# Grape vines



## Wood Scrounge (Feb 28, 2009)

I was forced to move several grape vines today due to some construction. I dug the root balls as big and as deep as I could (3' W X ~3' deep) in frozen ground. I dug the new holes almost 2X the size of the root ball and back filled the extra with a mix of peet and topsoil. I added some slow release fertilizer, my question is with the ground frozen should I be watering now or wait until the ground thaws, and what are the odds they are going to make it?? Thanks in advance.


----------



## pcarborist (Mar 1, 2009)

If the ground is frozen, the plants are dormant.
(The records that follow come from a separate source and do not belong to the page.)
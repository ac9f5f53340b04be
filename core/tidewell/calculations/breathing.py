"""Bridge calculations for oxygenation, ventilation and temperature correction.

=============================  ====================================================================
``alveolar_gas``               PIO2, alveolar PO2, A-a gradient, a/A, P/F (and altitude-corrected),
                               S/F, oxygenation index, age-expected values
``oxygen_content``             SaO2 (measured or from the curve), CaO2, DO2
``oxygen_dissociation_curve``  the standard and the patient's curve as arrays for a plot (numpy)
``ventilation``                VE, VA, VD/VT, VCO2, PBW, to-target settings, the mechanisms of a
                               raised PaCO2, EtCO2 tracking
``temperature_correction``     pH, PCO2, PO2 between 37 degC and the patient's temperature
=============================  ====================================================================

Each function is ``f(inputs, report)`` (DEVELOPERS.md): it reads every input with the ``Inputs``
accessors, calls ``inputs.finish()`` once, computes with the domain modules (oxygenation,
ventilation, temperature, altitude) and fills the report. Blood-gas values (pH, PCO2, PO2) are
always the analyser's values at 37 degC unless a calculation says otherwise; ``temperature`` is
always the patient's. numpy is imported only inside :func:`oxygen_dissociation_curve`.
"""

from __future__ import annotations

import math

from ..errors import InputError, InputErrors, is_real
from ..fields import _ABSENT_REPR, Inputs
from ..formulas import altitude as alt
from ..formulas import oxygenation as ox
from ..formulas import temperature as tc
from ..formulas import ventilation as vn
from ..report import Report

_LOCAL = "Use with clinical judgement and local protocols; these are estimates, not orders."
_PCO2_WORD = "is not survivable"


def _fail_now(field: str, value, problem: str, hint: str = "", code: str = "inconsistent") -> InputErrors:
    return InputErrors([InputError(f"inputs.{field}", value, problem, hint, code=code)])


#: accepted PCO2 [mmHg]: 8 keeps the lowest values seen in extreme hyperventilation (severe ketoacidosis)
#: and catches a kPa value sent as mmHg (5.3 mmHg -> "did you mean 5.3 kPa?")
PCO2_LOW_MMHG, PCO2_HIGH_MMHG = 8.0, 250.0


#: accepted measured VCO2 [mL/min] (resting_vco2; common practice)
VCO2_LOW_ML_MIN, VCO2_HIGH_ML_MIN = 50.0, 1000.0


def _read_pco2(inputs: Inputs, *, required: bool = True) -> float | None:
    return inputs.quantity(
        "pco2",
        unit="mmHg",
        low=PCO2_LOW_MMHG,
        high=PCO2_HIGH_MMHG,
        label="PCO2",
        required=required,
        plausible_word=_PCO2_WORD,
    )


def _read_po2(inputs: Inputs, *, required: bool = False) -> float | None:
    return inputs.quantity(
        "po2", unit="mmHg", low=5.0, high=800.0, label="PO2", required=required, plausible_word=_PCO2_WORD
    )


def _read_temperature(inputs: Inputs, *, low: float, high: float, required: bool = False) -> float | None:
    return inputs.quantity(
        "temperature",
        unit="degC",
        low=low,
        high=high,
        label="temperature",
        required=required,
        plausible_word="is not a body temperature",
    )


def _read_pressure(inputs: Inputs) -> tuple[float | None, float | None]:
    """(pb given, altitude given) in mmHg and m; each None when absent."""
    pb = inputs.quantity(
        "pb",
        unit="mmHg",
        low=150.0,
        high=1100.0,
        label="barometric pressure",
        plausible_word="is not a barometric pressure people breathe at",
    )
    altitude = inputs.quantity(
        "altitude",
        unit="m",
        low=alt.LOWEST_M,
        high=alt.TROPOPAUSE_M,
        label="altitude",
        plausible_word="is outside the standard atmosphere used here",
    )
    return pb, altitude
So no, you don't have to water.


----------



## dafunk (Mar 1, 2009)

do you think it was necessary to add fertilizer even if it is a slow release? was your soil lacking in nutrients?


----------



## Caz (Mar 1, 2009)

Yes, water them to settle the soil in and eliminate air pockets. 
They should be fine : )


----------



## Wood Scrounge (Mar 1, 2009)

dafunk said:


> do you think it was necessary to add fertilizer even if it is a slow release? was your soil lacking in nutrients?



Not 100%, this was an emergency procedure, I had very little notice. I just wanted to help ensure success


----------



## Urbicide (Mar 2, 2009)

I am doing battle with wild grape vines trying to clear them out of my woods. They are pretty tough to kill. They do need a lot of sun light to survive.


----------



## Wood Scrounge (Mar 19, 2009)

I'm not hopeful, some of the vines that did not get moved have buds already the ones that were moved nothing.


----------



## Urban Forester (Mar 19, 2009)

Wood Scrounge said:


> I dug the root balls as big and as deep as I could (3' W X ~3' deep) in frozen ground. I dug the new holes almost 2X the size of the root ball and back filled the extra with a mix of peet and topsoil...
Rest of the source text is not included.